Lo scorso 21 agosto scorso, subito dopo la conversione d’uso di Santa Sofia, il leader anatolico ha emesso un nuovo decreto presidenziale che ha trasformato l’ex chiesa bizantina di San Salvatore in Chora (edificio che alla fine del secondo dopoguerra venne trasformato nel Museo Kariye) nell’ennesima moschea. L’edifico sorge nel distretto occidentale di Istanbul, detto Edirnekapi. Il cambio di status era già stato approvato nel dicembre 2019, ma la decisione del Consiglio di Stato turco non era ancora stata ratificata, almeno fino al colpo di mano dello scorso agosto di un Erdogan mai sazio di nuove conquiste in nome di Allah. Edificata nel IV secolo, San Salvatore venne ricostruita tra 1077 e il 1081, e successivamente nel XII secolo in seguito ad un crollo parziale causato da un terremoto. La chiesa vanta pregevoli mosaici di epoca bizantina ed è anch’essa un sito sotto protezione dell’Unesco.

Dopo avere islamizzato le due chiese-museo, Erdogan ha compiuto un nuovo passo che ha come obiettivo la distruzione di un pregevole manufatto laico edificato nel 1348 dalla Repubblica di Genova, cioè la famosa Torre di Galata che fino a ieri è stato uno dei monumenti simbolo della metropoli sul Bosforo, costituendo una delle principali attrazioni per i turisti provenienti da tutto il mondo. Questa volta, però, la decisione di Erdogan ha scatenato le ire della municipalità di Istanbul che ha annunciato azioni legali contro i responsabili di un tale iniziativa, considerando che la gestione della torre è passata solo pochi mesi fa al ministero della Cultura, intenzionato ad aprire un museo all’interno dello storico monumento.

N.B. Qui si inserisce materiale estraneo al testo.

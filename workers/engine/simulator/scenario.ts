/** A whole recording out of a scenario: motion, IMU, GNSS, truth. */
import { degToRad } from '@/shared/units';
import type { ImuGrade, Scenario } from '@/shared/contracts/scenarios';
import { createRandom, type RandomSource } from '../random';
import { EngineError, type ImuSampling, type RecordingColumns } from '../types';
import { simulateAids, type AidErrors, type SimulatedAids } from './aid-sensors';
import { IMU_GRADES, type ImuModel } from './grades';
import { simulateGnss, type GnssOptions, type SimulatedGnss } from './gnss';
import { senseImu, type SensedImu } from './imu-errors';
import { inverseMechanisation, type Place } from './inverse';
import type { Motion, MotionOptions } from './motion';
import { crawlerMotion } from './motions/crawler';
import { fixedWingMotion } from './motions/fixed-wing';
import { multirotorMotion } from './motions/multirotor';
import { roadMotion } from './motions/road';
import { staticMotion } from './motions/static';

/** 6 h at 200 Hz and a little more: about 1 GB of columns. */
export const MAX_SAMPLES = 5e6;

/** What a scenario does not name; left out, each takes its plain value. */
export interface ScenarioExtras {
  sampling?: ImuSampling;
  /** In the place of the one that the scenario's seed would give. */
  motion?: Motion;
  /** Finer sensor errors: scale factors, range, steps. */
  imu?: Partial<ImuModel>;
  gnss?: Partial<GnssOptions>;
  /** Sensors besides IMU and GNSS. */
  aids?: AidErrors;
}

/** A simulated recording with all that is known of how it came about. */
export interface SimulatedRecording extends RecordingColumns {
  reference: NonNullable<RecordingColumns['reference']>;
  gyroBias: SensedImu['gyroBias'];
  accelBias: SensedImu['accelBias'];
  gyroScale: SensedImu['gyroScale'];
  accelScale: SensedImu['accelScale'];
  antenna: SimulatedGnss['truth'];
  outlier: SimulatedGnss['outlier'];
  /** True offset of the barometer at its readings, m. */
  barometerBias: SimulatedAids['barometerBias'];
}

/**
 * The recording of a scenario: IMU samples as mean rates, GNSS at the antenna, exact truth at the IMU's origin at every
 * IMU epoch. Time begins at 0. The same scenario gives the same numbers.
 * @throws EngineError 'latitude' when the track comes too near a pole, 'too-long' above MAX_SAMPLES.
 */
export function simulateScenario(scenario: Scenario, extras: ScenarioExtras = {}): SimulatedRecording {
  const samples = scenario.durationS * scenario.imuRateHz;
  if (samples > MAX_SAMPLES)
    throw new EngineError(
      'too-long',
      `${scenario.durationS} s at ${scenario.imuRateHz} Hz are ${(samples / 1e6).toFixed(1)} million samples; at most ${MAX_SAMPLES / 1e6} million are simulated. Shorten durationS or lower imuRateHz.`,
    );
  const random = createRandom(scenario.seed);
  const motion = extras.motion ?? scenarioMotion(scenario, random.split('motion'));
  const start: Place = {
    latRad: degToRad(scenario.origin.latDeg),
    lonRad: degToRad(scenario.origin.lonDeg),
    heightM: scenario.origin.heightM,
  };
  const timeS = regularTimes(scenario.durationS, scenario.imuRateHz);
  const { imu: perfect, truth } = inverseMechanisation(motion, start, timeS, extras.sampling);
  const model = { ...imuModel(scenario.imuGrade, scenario.imuErrors), ...extras.imu };
  const sensed = senseImu(perfect, model, random.split('imu'));
  const gnssOptions: GnssOptions = {
    ...scenario.gnss,
    rateHz: scenario.gnssRateHz,
    leverArmM: scenario.leverArmM,
    ...extras.gnss,
  };
  const gnss = simulateGnss(motion, start, 0, timeS[timeS.length - 1]!, gnssOptions, random.split('gnss'));
  const aids = extras.aids
    ? simulateAids(motion, start, 0, timeS[timeS.length - 1]!, extras.aids, random.split('aids'))
    : { aids: null, barometerBias: new Float64Array(0) };
  return {
    ...aids,
    imu: sensed.imu,
    gnss: gnss.gnss,
    reference: truth,
    gyroBias: sensed.gyroBias,
    accelBias: sensed.accelBias,
    gyroScale: sensed.gyroScale,
    accelScale: sensed.accelScale,
    antenna: gnss.truth,
    outlier: gnss.outlier,
  };
}

/** A grade's errors with the named ones replaced. */
export function imuModel(grade: ImuGrade, errors: Scenario['imuErrors'] = {}): ImuModel {
  const given = Object.entries(errors).filter(([, value]) => value !== undefined);
  return { ...IMU_GRADES[grade], ...Object.fromEntries(given) };
}

/** The motion that a scenario names. */
export function scenarioMotion(scenario: Scenario, random: RandomSource): Motion {
  const options: MotionOptions = {
    durationS: scenario.durationS,
    staticStartS: scenario.staticStartS,
    initialHeadingRad: degToRad(scenario.initialHeadingDeg),
    random,
  };
  switch (scenario.motion) {
    case 'road':
      return roadMotion(options);
    case 'crawler':
      return crawlerMotion(options);
    case 'fixed-wing':
      return fixedWingMotion(options);
    case 'multirotor':
      return multirotorMotion(options);
    case 'static':
      return staticMotion(options.initialHeadingRad);
  }
}

/** 0, 1/rate, 2/rate … up to the duration, s. */
export function regularTimes(durationS: number, rateHz: number): Float64Array {
  const count = Math.floor(durationS * rateHz + 1e-6) + 1;
  return Float64Array.from({ length: count }, (_, k) => k / rateHz);
}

Il viceministro della Cultura Ahmet Misbah Demircan, fedelissimo di Erdogan (dal 2004 al 2019 sindaco della circoscrizione di Beyoglu, considerata il centro di Istanbul, in cui si trova la stessa torre di Galata) ha cercato di ammansire il sindaco, dichiarando che gli evidenti lavori di demolizione in atto fanno parte di un non ben chiarito piano di restauro “per l’apertura di un museo dove prima c’era una caffetteria”, per cui la rimozione di alcuni muri è stata “necessaria”. Dichiarazione che non ha convinto il Comune e gli esperti di arte e architettura. A Demircan ha immediatamente risposto il portavoce del comune di Istanbul (da 14 mesi in mano al partito di opposizione Chp, Partito Popolare Repubblicano) Murat Ongun, che ha annunciato querele nei confronti dei responsabili di un tale scempio.

Sulla questione ha nicchiato il ministro della Cultura e Turismo, Nuri Ersoy, che si è limitato ad annunciare che “la Torre di Galata riaprirà il 15 settembre”. Il presidente del Direttorato per il patrimonio artistico di Istanbul, Mahir Onal, raggiunto al telefono da AGI, ha definito quanto accaduto “uno sfregio”, e ha chiesto che i lavori di restauro tornino, almeno, sotto la giurisdizione del Comune. “Quanto abbiamo visto capitare a uno dei principali monumenti di Istanbul è qualcosa di inconcepibile, uno sfregio al patrimonio artistico della città. Chiediamo che la giurisdizione torni al comune e che i nostri tecnici possano immediatamente intervenire e che i lavori in corso, che stanno apportando danni in maniera dolosa, vengano fermati subito”. La Torre di Galata fu fatta costruire dal primo governatore della colonia genovese di Costantinopoli, Rosso Doria, nel 1348, per essere utilizzata per dare l’allarme in caso imbarcazioni ostili puntassero verso la città, già all’epoca di importanza strategica sia per la posizione a cavallo di due continenti, sia per il fatto che lo stretto del Bosforo collega il Mar Nero con il Mediterraneo attraverso Marmara. Alta circa 67 metri e avente un diametro di nove, per secoli la torre genovese è stata l’edificio più alto della città. Nel 1453, i genovesi ne consegnarono le chiavi al Sultano Mehmet, conquistatore di Costantinopoli, con cui gli stessi liguri avevano già raggiunto un accordo per poter proseguire i propri commerci da prima che il Sultano facesse breccia nelle mura della capitale. A partire dal 1700, con l’impero ottomano al massimo della sua espansione, la torre divenne un punto di osservazione per individuare gli incendi che spesso devastavano la città. La Torre come appare oggi è il frutto di un’opera di restauro terminata nel 1967, dopo che, nel 1875, una tempesta ne spazzò via il tetto.